Manjunath Niveditha, Dhanakshirur Rohan Raju, Joshi Siddharth, Reddy Nikhila Gunna, Raheja Amol, Devrajan Sebastian Leve Joseph, Garg Ajay, Kalra Prem Kumar, Suri Ashish
Department of Neurosurgery, All India Institute of Medical Sciences, New Delhi.
Amarnath and Shashi Khosla School of Information Technology, Indian Institute of Technology, New Delhi.
World Neurosurg. 2024 Jan;181:e516-e523. doi: 10.1016/j.wneu.2023.10.090. Epub 2023 Oct 27.
Moyamoya disease (MMD) is characterised by supraclinoid internal carotid artery (ICA) narrowing causing cerebral parenchyma to starve. Direct and indirect revascularisation techniques are the treatment norm. We provide a clinicoradiological comparison of single and double barrel superficial temporal artery to middle cerebral artery (STA-MCA) bypass for MMD. The perfusion in cerebral hemispheres and vessel density in DSA have been evaluated using novel algorithms.
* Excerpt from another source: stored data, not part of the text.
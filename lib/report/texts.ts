/** Fixed wording of the report: cautions, disclaimer, methods and their limits. */

export const CAUTIONS: { title: string; text: string }[] = [
  {
    title: "Mineral and glass wool",
    text: "The fibres irritate skin, eyes and airways. Wear gloves, long sleeves, eye protection and a dust mask or respirator; cut outdoors or with dust extraction; keep the fill covered with fabric once built.",
  },
  {
    title: "Fire",
    text: "Use fills, facings and fabrics whose fire rating suits interior finishes under your local building code; keep treatment clear of heat sources and light fittings.",
  },
  {
    title: "Heavy traps and panels",
    text: "Fix them into the structure (studs, joists or masonry) with anchors rated for the load, never to the wall board alone; anything over people's heads needs particular care.",
  },
  {
    title: "Behind the walls",
    text: "Before drilling, find wiring, pipes and ducts behind walls and ceilings (a detector, the building's drawings, or an electrician).",
  },
  {
    title: "Loud test signals",
    text: "Measurement sweeps and noise can be loud: protect your hearing and that of others, and raise the level gradually.",
  },
];

export const DISCLAIMER =
  "This report is a recommendation based on a calculation of the room as described to us; it is not a building design. Local building codes, fire regulations and the advice of licensed professionals (builders, electricians, structural engineers) take precedence over anything written here. Results in a real room differ from predictions, most of all at low frequency; we recommend a measurement after the work.";

export const METHODS: { title: string; text: string }[] = [
  {
    title: "Room modes",
    text: "Rayleigh's formula for a rigid rectangular box, f = (c/2) · [(nx/L)² + (ny/W)² + (nz/H)²]^½, with c from the air temperature. Real walls flex and leak, which lowers and damps the modes a little.",
  },
  {
    title: "Schroeder frequency",
    text: "fs = 2000 · (T/V)^½, with T the predicted mid-frequency (500 Hz / 1 kHz) time of the scenario. Below it, single modes dominate and diffuse-field figures (RT60, α) describe the room only roughly.",
  },
  {
    title: "Modal response at the seats",
    text: "A modal sum of the rigid box (all modes up to 400 Hz, one damping for all modes from the predicted low-frequency Eyring time). The level is relative; compare shapes and differences between scenarios, not absolute values.",
  },
  {
    title: "Porous absorbers",
    text: "Delany–Bazley and Miki models of the fill from its airflow resistivity (ISO 9053), transfer of the surface impedance through the layers, random incidence (Paris integral). The models are fitted for ρ0·f/σ between 0.01 and 1 and become rough outside that range and below the Schroeder frequency.",
  },
  {
    title: "Reverberation time",
    text: "Sabine and Eyring per octave band (63 Hz – 8 kHz), air absorption per ISO 9613-1 at the room's temperature and humidity. Both assume a diffuse field, which small rooms do not have at low frequency.",
  },
  {
    title: "Ratings",
    text: "αw and absorption class per ISO 11654 from one-third-octave α (200 Hz – 5 kHz); NRC and SAA per ASTM C423 from the same modelled α (not from a laboratory test).",
  },
  {
    title: "Targets",
    text: "The listening-room target of ITU-R BS.1116 / EBU Tech 3276 (Tm = 0.25 · (V/100 m³)^(1/3) s, with its tolerance mask), or a flat small-room band chosen by the engineer.",
  },
];
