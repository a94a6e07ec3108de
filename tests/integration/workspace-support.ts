// Helpers shared by the workspace integration tests (real test database, demo seed).
import { analyzeScenario } from "@/lib/analysis";
import { analysisItemOf, loadAnalysisRoom, loadItems, parseTarget } from "@/db/queries/analysis";
import { testDb } from "./support/db";

export async function hollisRoomId(): Promise<string> {
  const p = await testDb().selectFrom("projects").select("id").where("name", "=", "Hollis media room").executeTakeFirstOrThrow();
  return (await testDb().selectFrom("rooms").select("id").where("project_id", "=", p.id).where("name", "=", "Media room").executeTakeFirstOrThrow()).id;
}

export async function valeRoomId(): Promise<string> {
  const p = await testDb().selectFrom("projects").select("id").where("name", "=", "Vale home studio").executeTakeFirstOrThrow();
  return (await testDb().selectFrom("rooms").select("id").where("project_id", "=", p.id).where("name", "=", "Mix room").executeTakeFirstOrThrow()).id;
}

export async function scenarioByName(roomId: string, name: string) {
  return testDb().selectFrom("scenarios").selectAll().where("room_id", "=", roomId).where("name", "=", name).executeTakeFirstOrThrow();
}

export async function roomVersion(roomId: string): Promise<number> {
  return (await testDb().selectFrom("rooms").select("version").where("id", "=", roomId).executeTakeFirstOrThrow()).version;
}

export async function scenarioVersion(id: string): Promise<number> {
  return (await testDb().selectFrom("scenarios").select("version").where("id", "=", id).executeTakeFirstOrThrow()).version;
}

/** A fresh lib/analysis computation from what the database holds now (no stored result read). */
export async function freshAnalysis(scenarioId: string) {
  const db = testDb();
  const s = await db.selectFrom("scenarios").select(["room_id", "target"]).where("id", "=", scenarioId).executeTakeFirstOrThrow();
  const room = await loadAnalysisRoom(db, s.room_id);
  const items = (await loadItems(db, [scenarioId])).map(analysisItemOf);
  return analyzeScenario(room, { target: parseTarget(s.target), items });
}

export async function counts() {
  const db = testDb();
  const n = async (t: "room_positions" | "scenarios" | "treatment_items" | "builds") => Number((await db.selectFrom(t).select(db.fn.countAll().as("n")).executeTakeFirstOrThrow()).n);
  return { positions: await n("room_positions"), scenarios: await n("scenarios"), items: await n("treatment_items"), builds: await n("builds") };
}

export const PANEL_ITEM = {
  name: "Test panels",
  spec: { kind: "porous-panel", layers: [{ kind: "porous", thicknessM: 0.1, flowResistivity: 10_000, model: "miki" }], materialId: "mineral-wool-35", widthM: 0.6, heightM: 1.2 },
  count: 4,
  placements: [{ kind: "surface", surface: "left", uM: 1.5, vM: 1.2 }],
  unitCost: 100,
  unitMassKg: 5,
};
DSA, ASL MR imaging methods and Suzuki, Matsushima, Angiographic Outcome Score (AOS) scales were used to quantify perfusion parameters; modified Rankin score (mRS) was used for clinical evaluation. A novel image processing algorithm was designed to perform analysis of ASL sequences and compare perfusion. Vessel density was calculated using connected component analysis on thresholded DSA images.
54 hemispheres with MMD underwent STA-MCA bypass 42(77.8%) single barrel and 12 (22.2%) double barrel. Clinical outcome - mRS was significant with p<0.001 in single barrel and p=0.001 in double barrel groups. The overall AOS showed improvement post-operatively (p=0.032).Perfusion analysis was performed in 20 hemispheres (13 single barrel; 7 double barrel). MCA territories showed significant improvement in single barrel (2.72%, p=0.0294) and double barrel groups (12.89%, p=0.025). Vessel density calculated in MCA territory, showed an overall post-op improvement (p=1.75 x 10-8).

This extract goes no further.